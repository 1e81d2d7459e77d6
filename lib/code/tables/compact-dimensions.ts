/**
 * Compact copper and aluminum building wire, nominal dimensions.
 * Source: NFPA 70-2017 Chapter 9 Table 5A; the THHN column from that single source.
 * Diameter in inches, area in in². rhwUse: RHH and RHW without outer covering, and USE.
 */
import type { ConductorSize } from "@/lib/units";
import type { TableInfo } from "../types";

export const COMPACT_DIMENSIONS_INFO: TableInfo = {
  meaning: "compact-dimensions",
  title: "Compact copper and aluminum building wire",
  values: { "2017": "read", "2020": "agreed", "2023": "unconfirmed", "2026": "preview" },
};

/** Diameter in in and area in in², or null where the table holds none. */
export type CompactCell = readonly [number, number] | null;

export interface CompactRow {
  readonly size: ConductorSize;
  readonly bareDiameterIn: number;
  readonly rhwUse: CompactCell;
  readonly thw: CompactCell;
  readonly thhn: CompactCell;
  readonly xhhw: CompactCell;
}

export const COMPACT_ROWS: readonly CompactRow[] = [
  { size: "8 AWG", bareDiameterIn: 0.134, rhwUse: [0.26, 0.0531], thw: [0.255, 0.051], thhn: null, xhhw: [0.224, 0.0394] },
  { size: "6 AWG", bareDiameterIn: 0.169, rhwUse: [0.295, 0.0683], thw: [0.29, 0.066], thhn: [0.24, 0.0452], xhhw: [0.26, 0.053] },
  { size: "4 AWG", bareDiameterIn: 0.213, rhwUse: [0.335, 0.0881], thw: [0.335, 0.0881], thhn: [0.305, 0.073], xhhw: [0.305, 0.073] },
  { size: "2 AWG", bareDiameterIn: 0.268, rhwUse: [0.39, 0.1194], thw: [0.39, 0.1194], thhn: [0.36, 0.1017], xhhw: [0.36, 0.1017] },
  { size: "1 AWG", bareDiameterIn: 0.299, rhwUse: [0.465, 0.1698], thw: [0.465, 0.1698], thhn: [0.415, 0.1352], xhhw: [0.415, 0.1352] },
  { size: "1/0 AWG", bareDiameterIn: 0.336, rhwUse: [0.5, 0.1963], thw: [0.5, 0.1963], thhn: [0.45, 0.159], xhhw: [0.45, 0.159] },
  { size: "2/0 AWG", bareDiameterIn: 0.376, rhwUse: [0.54, 0.229], thw: [0.545, 0.2332], thhn: [0.495, 0.1924], xhhw: [0.49, 0.1885] },
  { size: "3/0 AWG", bareDiameterIn: 0.423, rhwUse: [0.59, 0.2733], thw: [0.59, 0.2733], thhn: [0.54, 0.229], xhhw: [0.54, 0.229] },
  { size: "4/0 AWG", bareDiameterIn: 0.475, rhwUse: [0.64, 0.3217], thw: [0.645, 0.3267], thhn: [0.595, 0.278], xhhw: [0.59, 0.2733] },
  { size: "250 kcmil", bareDiameterIn: 0.52, rhwUse: [0.715, 0.4015], thw: [0.725, 0.4128], thhn: [0.67, 0.3525], xhhw: [0.66, 0.3421] },
  { size: "300 kcmil", bareDiameterIn: 0.57, rhwUse: [0.765, 0.4596], thw: [0.775, 0.4717], thhn: [0.72, 0.4071], xhhw: [0.715, 0.4015] },
  { size: "350 kcmil", bareDiameterIn: 0.616, rhwUse: [0.81, 0.5153], thw: [0.82, 0.5281], thhn: [0.77, 0.4656], xhhw: [0.76, 0.4536] },
  { size: "400 kcmil", bareDiameterIn: 0.659, rhwUse: [0.855, 0.5741], thw: [0.865, 0.5876], thhn: [0.815, 0.5216], xhhw: [0.8, 0.5026] },
  { size: "500 kcmil", bareDiameterIn: 0.736, rhwUse: [0.93, 0.6793], thw: [0.94, 0.6939], thhn: [0.885, 0.6151], xhhw: [0.88, 0.6082] },
  { size: "600 kcmil", bareDiameterIn: 0.813, rhwUse: [1.035, 0.8413], thw: [1.05, 0.8659], thhn: [0.985, 0.762], xhhw: [0.98, 0.7542] },
  { size: "700 kcmil", bareDiameterIn: 0.877, rhwUse: [1.1, 0.9503], thw: [1.11, 0.9676], thhn: [1.05, 0.8659], xhhw: [1.05, 0.8659] },
  { size: "750 kcmil", bareDiameterIn: 0.908, rhwUse: [1.135, 1.0118], thw: [1.15, 1.0386], thhn: [1.075, 0.9076], xhhw: [1.09, 0.9331] },
  { size: "900 kcmil", bareDiameterIn: 0.999, rhwUse: [1.24, 1.2076], thw: [1.224, 1.1766], thhn: [1.194, 1.1196], xhhw: [1.169, 1.0733] },
  { size: "1000 kcmil", bareDiameterIn: 1.06, rhwUse: [1.285, 1.2968], thw: [1.285, 1.2968], thhn: [1.255, 1.237], xhhw: [1.23, 1.1882] },
];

###

## AIM OF THE TASK:
Word for word, set down the lines from the beginning of the records through the line that holds "that single source.". Leave out the rest.

## TASK RESULT:
repository 1e81d2d7459e77d6
filename lib/code/tables/compact-dimensions.ts
/**
 * Compact copper and aluminum building wire, nominal dimensions.
 * Source: NFPA 70-2017 Chapter 9 Table 5A; the THHN column from that single source.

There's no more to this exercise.